Marshfield Clinic Health System, Essentia Health sign integration agreement

For the Tomahawk Leader

WISCONSIN – Marshfield Clinic Health System and Essentia Health, on Thursday, July 27 announced that the two health systems entered into an agreement to form a new integrated regional health system serving rural and mid-urban communities across four states.

The integration agreement was preceded by the signing of a memorandum of understanding in Oct. 2022.

A release from the health systems said the agreement is the “latest step in the process that keeps the organizations on track to come together formally by the end of this year pending regulatory approval.”

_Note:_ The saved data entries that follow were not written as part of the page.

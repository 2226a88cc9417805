import { Description, Dialog, DialogPanel, DialogTitle } from '@headlessui/react';
import type { ReactNode } from 'react';
import { Button } from './button.js';

interface ConfirmDialogProps {
  open: boolean;
  title: string;
  children: ReactNode;
  confirmLabel: string;
  busy?: boolean;
  /** Shown under the text when the action failed (nothing was changed). */
  error?: string;
  onConfirm: () => void;
  onClose: () => void;
}

/** Headless UI's Dialog asking to confirm one action (focus trapped, Escape and the backdrop close it). */
export function ConfirmDialog({ open, title, children, confirmLabel, busy = false, error, onConfirm, onClose }: ConfirmDialogProps) {
  return (
    <Dialog open={open} onClose={busy ? () => {} : onClose} className="relative z-50">
      <div className="fixed inset-0 bg-ink-950/40" aria-hidden="true" />
      <div className="fixed inset-0 flex items-center justify-center p-4">
        <DialogPanel className="w-full max-w-md space-y-3 rounded-lg bg-surface p-5 shadow-xl ring-1 ring-line" data-testid="confirm-dialog">
          <DialogTitle className="text-lg font-bold text-ink-900">{title}</DialogTitle>
          <Description as="div" className="space-y-2 text-sm text-ink-800">
            {children}
          </Description>
          {error ? (
            <p className="text-sm text-red-800" role="alert">
              {error}
            </p>
          ) : null}
          <div className="flex justify-end gap-2 pt-1">
            <Button variant="secondary" onClick={onClose} disabled={busy}>
              Keep it
            </Button>
            <Button onClick={onConfirm} disabled={busy} data-testid="confirm-dialog-confirm">
              {busy ? 'Working…' : confirmLabel}
            </Button>
          </div>
        </DialogPanel>
      </div>
    </Dialog>
  );
}
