import type { MapPoint } from '@phasewright/physics-core';
import { useState } from 'react';
import { Button } from '../../../components/ui/button.js';
import { errorText } from '../../../lib/api-client.js';
import type { MapRecord, PointRow } from '../../../lib/db.js';
import { downloadServerExport, type ServerExport } from '../api/export-map.js';
import { download } from '../lib/export-figure.js';
import { exportFileName, localDataPackage, pointsCsv } from '../lib/map-export.js';

/** Data package, points CSV and methods summary: from the server for a synced map, built here for a local one. */
export function ExportPanel({ map, rows, projectId }: { map: MapRecord; rows: PointRow[]; projectId: string | undefined }) {
  const [error, setError] = useState<string>();
  const [busy, setBusy] = useState(false);
  const points = (): Record<string, MapPoint> => Object.fromEntries(rows.map((r) => [r.key, r.point]));
  const fromServer = async (file: ServerExport) => {
    if (!projectId) return;
    setBusy(true);
    setError(undefined);
    try {
      const { blob, name } = await downloadServerExport(projectId, map.id, file);
      download(blob, name);
    } catch (e) {
      setError(errorText(e));
    } finally {
      setBusy(false);
    }
  };
  const local = (file: 'package.json' | 'points.csv') => {
    const base = exportFileName(map);
    if (file === 'package.json') download(new Blob([localDataPackage(map, points())], { type: 'application/json' }), `${base}.json`);
    else download(new Blob([pointsCsv(map, points())], { type: 'text/csv' }), `${base}-points.csv`);
  };
  return (
    <div className="flex flex-wrap items-center gap-2 text-sm" data-testid="map-exports">
      <span className="font-semibold text-ink-700">Export:</span>
      <Button variant="secondary" disabled={busy} onClick={() => (projectId ? void fromServer('package.json') : local('package.json'))} data-testid="export-package">
        Data package (JSON)
      </Button>
      <Button variant="secondary" disabled={busy} onClick={() => (projectId ? void fromServer('points.csv') : local('points.csv'))} data-testid="export-csv">
        Points (CSV)
      </Button>
      {projectId ? (
        <Button variant="secondary" disabled={busy} onClick={() => void fromServer('methods.txt')} data-testid="export-methods">
          Methods summary
        </Button>
      ) : (
        <span className="text-xs text-ink-600">The methods summary is written by the server once the map is synced to a project.</span>
      )}
      {error ? (
        <span className="text-red-800" role="alert">
          {error}
        </span>
      ) : null}
    </div>
  );
}
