import type { ReactNode } from 'react';

interface CardProps {
  title: ReactNode;
  /** Shown at the right of the title row (a badge, a button). */
  aside?: ReactNode;
  children: ReactNode;
  className?: string;
  /** Forwarded as data-* attributes for tests and styling hooks. */
  data?: Record<string, string>;
}

export function Card({ title, aside, children, className = '', data = {} }: CardProps) {
  const dataAttributes = Object.fromEntries(Object.entries(data).map(([key, value]) => [`data-${key}`, value]));
  return (
    <section
      className={`rounded-xl border border-line bg-surface p-5 shadow-[0_1px_2px_rgb(18_52_59/0.06)] ${className}`}
      {...dataAttributes}
    >
      <div className="mb-3 flex items-center justify-between gap-3">
        <h2 className="text-base font-semibold text-ink-900">{title}</h2>
        {aside}
      </div>
      {children}
    </section>
  );
}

“We are both physician-led organizations with an unwavering commitment to the health of rural communities,” said Essentia Health Chief Executive Officer Dr. David Herman, who will serve as CEO of a new parent company. “Our complementary capabilities will allow us to learn and share with one another to better achieve our collective mission.”

“Discussions the past few months have made it clear that this is an incredible opportunity to enhance both health systems, solidify our futures and take patient care and services to an even higher level,” said Dr. Susan Turney, who previously announced plans to step down as Marshfield Clinic Health System CEO this fall. “It represents an opportunity to expand access to care, diversify the services we provide and deepen our community-based work.”

“By joining together, Essentia and Marshfield Clinic will combine the strengths of both organizations and advance the level of care in Wisconsin, Minnesota, Michigan’s Upper Peninsula and North Dakota,” the release stated.

The new regional system will “bring greater access to primary, specialty and hospital care through a diverse network of 3,800 providers and 150 sites of care, including 25 hospitals,” according to the release.

Turney and Herman added that through the combination, both organizations will be better positioned to navigate current and future challenges to health care – especially rural health care – and preserve the sustainability of high-quality care in our communities.

“While work remains to finalize our new relationship, this is another positive step in our journey to define the future of health care, and to fundamentally transform rural health care in America,” Turney stated.

“Each time I meet with our Marshfield colleagues, I am excited for our future together and what we can build and sustain to better serve our patients, communities and colleagues,” Herman said. “Times are undeniably challenging for rural health care, yet I am certain we can meet those challenges more successfully together than we can separately.”